Personal details
- Died: after 1396
- Denomination: Catholic

= William Binham =

English theologian (fl. c. 1374–1396)

William Binham (Note: His surname is variously spelt Binham, Bynham, Vynham, Vymham, and Rynnan.) was an English theologian and Benedictine prior of Wallingford in Berkshire. He took the degree of D.D. at Oxford, where he was for a time intimate with Wycliffe, against whom he afterwards wrote Contra Positiones Wiclevi.

== Life ==
William Binham was a native of Binham in Norfolk, where there was a Benedictine priory dependent on the abbey of St. Albans. Probably through this connection he entered the monastic profession at the abbey, and became ultimately prior of Wallingford in Berkshire, which was also a cell belonging to St. Albans. The last notice of Binham's life occurs in 1396, when he, as prior of Wallingford, was detained by illness from attending the election of an abbot of St. Albans on 9 October.

== Works ==
John Bale states that Binham wrote a book (his only recorded work) against the teachings of Wycliffe, Contra Positiones Wiclevi, or Contra Vuiclevi propositiones.

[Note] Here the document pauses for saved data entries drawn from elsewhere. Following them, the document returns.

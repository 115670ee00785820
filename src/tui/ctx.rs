//! What every view may read: the site, who is working, what was picked, the live session
//! state (every record the journal has numbered, applied as it comes back from the writer
//! thread), the journal link's state, the clock (as last told), the theme and the
//! presentation style. Views change it only by returning effects, which the app applies.

use super::session_log::SessionLog;
use super::theme::{Glyphs, Theme};
use crate::present::Style;
use crate::session::SessionState;
use crate::site::{EquipmentKind, Site};
use chrono::{DateTime, FixedOffset};

/// The sample point and product new readings are filed under.
#[derive(Debug, Clone, Default, PartialEq, Eq)]
pub struct Picks {
    pub equipment: Option<String>,
    pub product: Option<String>,
}

/// The session clock: when it began and the time at the last tick.
#[derive(Debug, Clone, Copy, PartialEq, Eq)]
pub struct SessionClock {
    pub started: DateTime<FixedOffset>,
    pub now: DateTime<FixedOffset>,
}

impl SessionClock {
    /// "0:12:31": how long the session has run.
    pub fn elapsed_text(&self) -> String {
        let secs = (self.now - self.started).num_seconds().max(0);
        format!("{}:{:02}:{:02}", secs / 3600, secs / 60 % 60, secs % 60)
    }
}

pub struct Ctx {
    pub site: Site,
    pub operator: String,
    pub picks: Picks,
    /// The session as the journal holds it; every view derives what it shows from this.
    pub session: SessionState,
    /// What is in flight to the journal and how far the disk has got.
    pub log: SessionLog,
    pub clock: SessionClock,
    pub theme: Theme,
    /// The journal file, for the Journal view's title.
    pub journal_path: String,
}

impl Ctx {
    /// How numbers and symbols are shown: the site's units, ASCII when the theme is.
    pub fn style(&self) -> Style {
        Style::new(self.site.unit_system, self.theme.glyphs == Glyphs::Ascii)
    }

    /// Records sent but not known to be on disk.
    pub fn unsaved(&self) -> usize {
        self.log.unsaved(&self.session)
    }

    /// Sample points: everything on the site but the viscometers themselves.
    pub fn sample_points(&self) -> Vec<(&str, EquipmentKind, &str)> {
        let s = &self.site;
        let lines = s
            .lines
            .iter()
            .map(|x| (x.id.as_str(), EquipmentKind::Line, x.description.as_str()));
        let pumps = s
            .pumps
            .iter()
            .map(|x| (x.id.as_str(), EquipmentKind::Pump, x.description.as_str()));
        let tanks = s
            .tanks
            .iter()
            .map(|x| (x.id.as_str(), EquipmentKind::Tank, x.description.as_str()));
        tanks.chain(lines).chain(pumps).collect()
    }
}

#[cfg(test)]
mod tests {
    use super::SessionClock;
    use chrono::DateTime;

    #[test]
    fn elapsed_time_reads_as_hours_minutes_seconds() {
        let t = |s| DateTime::parse_from_rfc3339(s).unwrap_or_default();
        let c = SessionClock {
            started: t("2026-12-01T06:00:00+01:00"),
            now: t("2026-12-01T07:12:31+01:00"),
        };
        assert_eq!(c.elapsed_text(), "1:12:31");
        let backwards = SessionClock {
            started: c.now,
            now: c.started,
        };
        assert_eq!(backwards.elapsed_text(), "0:00:00");
    }
}
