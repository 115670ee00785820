//! The views and the seam for new ones: a view is one file implementing [`View`] (its id,
//! title, caution and its own key bindings beside its code) plus one line in the `views!`
//! list below. Helper files a view splits off are declared as plain modules.

mod curve_panel;
mod findings_draw;
mod guided_draw;
mod line_draw;
mod readings_draw;
mod readings_form;
mod readings_preview;
mod restart_draw;
pub mod restart_form;
mod restart_journal;
mod tank_draw;
pub mod tank_form;
mod tank_sketch;
mod tank_text;
mod text_rows;

use super::ctx::Ctx;
use super::keymap::{Action, Binding};
use crate::journal::{Payload, Record};
use ratatui::Frame;
use ratatui::layout::Rect;

/// The keys of a view that is one form of fields owning their keys: Ctrl-S saves from
/// anywhere, Enter saves on the Save line (else goes to the next field).
pub const FORM_KEYS: &[Binding] = &[
    super::keymap::b(
        super::keymap::Scope::ViewTyping,
        &[super::keymap::Key::Ctrl('s')],
        Action::Save,
        super::strings::keys::SAVE_FORM,
    ),
    super::keymap::b(
        super::keymap::Scope::View,
        &[super::keymap::Key::Enter],
        Action::Activate,
        super::strings::keys::SAVE_OR_NEXT,
    ),
];

/// Which view: a short name, used to scope keys, switch views and in tests.
#[derive(Debug, Clone, Copy, PartialEq, Eq)]
pub struct ViewId(pub &'static str);

/// A record for the journal, with the line the Journal view shows for it.
#[derive(Debug, Clone, PartialEq)]
pub struct Draft {
    pub equipment: Option<String>,
    pub payload: Payload,
    pub summary: String,
}

impl Draft {
    /// A record about `equipment` (if any), with its Journal-view line.
    pub fn new(payload: Payload, equipment: Option<String>) -> Draft {
        Draft {
            summary: super::session_log::summarize(&payload, equipment.as_deref()),
            equipment,
            payload,
        }
    }
}

/// What a view asks the app to do after handling a key.
#[derive(Debug, Clone, PartialEq)]
pub enum Effect {
    /// A line for the status bar.
    Status(String),
    PickEquipment(String),
    PickProduct(String),
    Journal(Draft),
    Show(ViewId),
}

/// One screen of the UI. Each view owns its own state (cursors, fields, results).
pub trait View {
    fn id(&self) -> ViewId;

    /// The tab's name.
    fn title(&self) -> &'static str;

    /// The one-line caution shown under the view.
    fn caution(&self) -> &'static str;

    /// The view's own key bindings (the footer and the help read them too).
    fn keys(&self) -> &'static [Binding] {
        &[]
    }

    /// React to a key; anything outside the view's own state is returned as effects.
    fn handle(&mut self, action: Action, ctx: &Ctx) -> Vec<Effect>;

    /// The live session state changed (records applied): bring anything derived from it up
    /// to date here, so drawing stays free of computation.
    fn refresh(&mut self, _ctx: &Ctx) {}

    /// A record the journal numbered was just applied to the state: a view that sent it may
    /// answer (a result linked to it, as the app does for a viscometer set).
    fn answer(&mut self, _record: &Record, _ctx: &Ctx) -> Vec<Effect> {
        Vec::new()
    }

    /// Draw from state only: no I/O, no fitting.
    fn render(&self, frame: &mut Frame, area: Rect, ctx: &Ctx);

    /// Whether a field is being typed into (the key map then has editing keys).
    fn editing(&self) -> bool {
        false
    }

    /// Why quitting now would lose something typed, if it would.
    fn unsaved_input(&self) -> Option<&'static str> {
        None
    }
}

/// A view's fixed identity inside its `impl View`: its id, tab name, caution line and key
/// table, when all four are constants (views whose keys follow their state write `keys`).
macro_rules! view_identity {
    ($id:expr, $title:expr, $caution:expr, $keys:expr) => {
        fn id(&self) -> ViewId {
            $id
        }

        fn title(&self) -> &'static str {
            $title
        }

        fn caution(&self) -> &'static str {
            $caution
        }

        fn keys(&self) -> &'static [Binding] {
            $keys
        }
    };
}

/// Declares each view's module and builds them all in tab order.
macro_rules! views {
    ($($module:ident :: $view:ident),* $(,)?) => {
        $(pub mod $module;)*

        /// Every view, in tab order.
        pub fn all(ctx: &Ctx) -> Vec<Box<dyn View>> {
            vec![$(Box::new($module::$view::new(ctx))),*]
        }
    };
}

// Adding a view is one file plus one line here.
views! {
    site::SiteView,
    readings::ReadingsView,
    spot::SpotView,
    curve::CurveView,
    line::LineView,
    restart::RestartView,
    tank::TankView,
    guided::GuidedView,
    findings::FindingsView,
    journal::JournalView,
}
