"""Source text laid out as the ruff formatter lays it out (line length 88), for the few shapes plaforge emits.

An expression is a :data:`Node`: a plain string, a :class:`Call` (``func(args...)`` with an optional trailer such as
``.any()``) or a :class:`Chain` (operands joined by one binary operator). :func:`layout` writes
``prefix + node + suffix`` on one line when it fits, and otherwise splits it the way the formatter does: a call's
arguments on their own indented line, or one per line with trailing commas; a chain inside brackets one operand per
line, operator first. Generated modules and harnesses are checked with ruff's formatter in the tests.
"""

from __future__ import annotations

from collections.abc import Sequence
from dataclasses import dataclass

__all__ = ["LINE_LENGTH", "Call", "Chain", "Node", "flat", "layout", "py_string", "seq_lines"]

LINE_LENGTH = 88
"""Width the generated source is laid out for (the ruff formatter's default)."""


@dataclass(frozen=True, slots=True)
class Call:
    """``func(args...)`` followed by ``tail``."""

    func: str
    args: tuple[Node, ...]
    tail: str = ""  # a trailer after the closing bracket, such as ".any()"


@dataclass(frozen=True, slots=True)
class Chain:
    """``operands`` joined by the binary operator ``op``."""

    op: str
    operands: tuple[Node, ...]


Node = str | Call | Chain


def flat(node: Node) -> str:
    """``node`` written on one line."""
    if isinstance(node, str):
        return node
    if isinstance(node, Call):
        return f"{node.func}({', '.join(flat(a) for a in node.args)}){node.tail}"
    return f" {node.op} ".join(flat(a) for a in node.operands)


def layout(node: Node, indent: int, prefix: str, suffix: str) -> list[str]:
    """Lines for ``prefix + node + suffix`` at ``indent``, split the way the ruff formatter splits them."""
    pad = " " * indent
    one = pad + prefix + flat(node) + suffix
    if len(one) <= LINE_LENGTH or isinstance(node, str):
        return [one]
    if isinstance(node, Chain):  # only reached inside brackets: one operand per line, operator first
        lines = []
        for i, a in enumerate(node.operands):
            last = i == len(node.operands) - 1
            lines += layout(a, indent, prefix if i == 0 else f"{node.op} ", suffix if last else "")
        return lines
    inner = indent + 4
    lines = [pad + prefix + node.func + "("]
    body = ", ".join(flat(a) for a in node.args)
    if len(" " * inner + body) <= LINE_LENGTH:
        lines.append(" " * inner + body)
    elif len(node.args) == 1:
        lines += layout(node.args[0], inner, "", "")
    else:
        for a in node.args:
            lines += layout(a, inner, "", ",")
    lines.append(pad + ")" + node.tail + suffix)
    return lines


def py_string(s: str) -> str:
    """A string literal with the quotes the formatter prefers (double, unless that needs more escapes)."""
    body = s.replace("\\", "\\\\").replace("\n", "\\n").replace("\r", "\\r").replace("\t", "\\t")
    if s.count('"') > s.count("'"):
        return "'" + body.replace("'", "\\'") + "'"
    return '"' + body.replace('"', '\\"') + '"'


def seq_lines(prefix: str, items: Sequence[str], indent: int = 0) -> list[str]:
    """``prefix + (items...)`` on one line when it fits, else one item per line with a trailing comma."""
    pad = " " * indent
    one_line = "(" + ", ".join(items) + ("," if len(items) == 1 else "") + ")"
    if len(pad + prefix + one_line) <= LINE_LENGTH:
        return [pad + prefix + one_line]
    return [pad + prefix + "(", *(pad + "    " + i + "," for i in items), pad + ")"]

It is not known to be extant, but Wyclife's reply, Contra Willelmum Vynham monachum S. Albani Determinatio, or Contra Bynhamum monachum, is preserved in a Paris manuscript. If Binham was the opponent mentioned by Wyclife, he must have been a student at Oxford, of which university he is described as doctor of divinity, and had there come into close intimacy with Wycliffe. Binham, however, remained true to the traditions of the Church and the rights of the clergy, and after a while separated himself from his friend, with whom at length he engaged in controversy, and proved, according to the Catholic Leland, no match for his antagonist.

== Sources ==

- Hudson, Anne (2004). "Binham [Bynham, Vynham, Rynnan], William (fl. c. 1374–1396), prior of Wallingford and theologian"
- Leland, John (1709). Commentarii de Scriptoribus Britannicis. Vol. 2. Oxford: Theatro Sheldoniano. Cap. cdxxviii. p. 381.
- Riley, Henry Thomas, ed. (1869). Gesta Abbatum Monasterii Sancti Albani, a Thoma Walsingham. Vol. 3. London: Longmans, Green, and Co. p. 426.
- Shirley, Walter Waddington (1865). A Catalogue of the Original Works of Wyclif. Oxford: Clarendon Press. p. 20.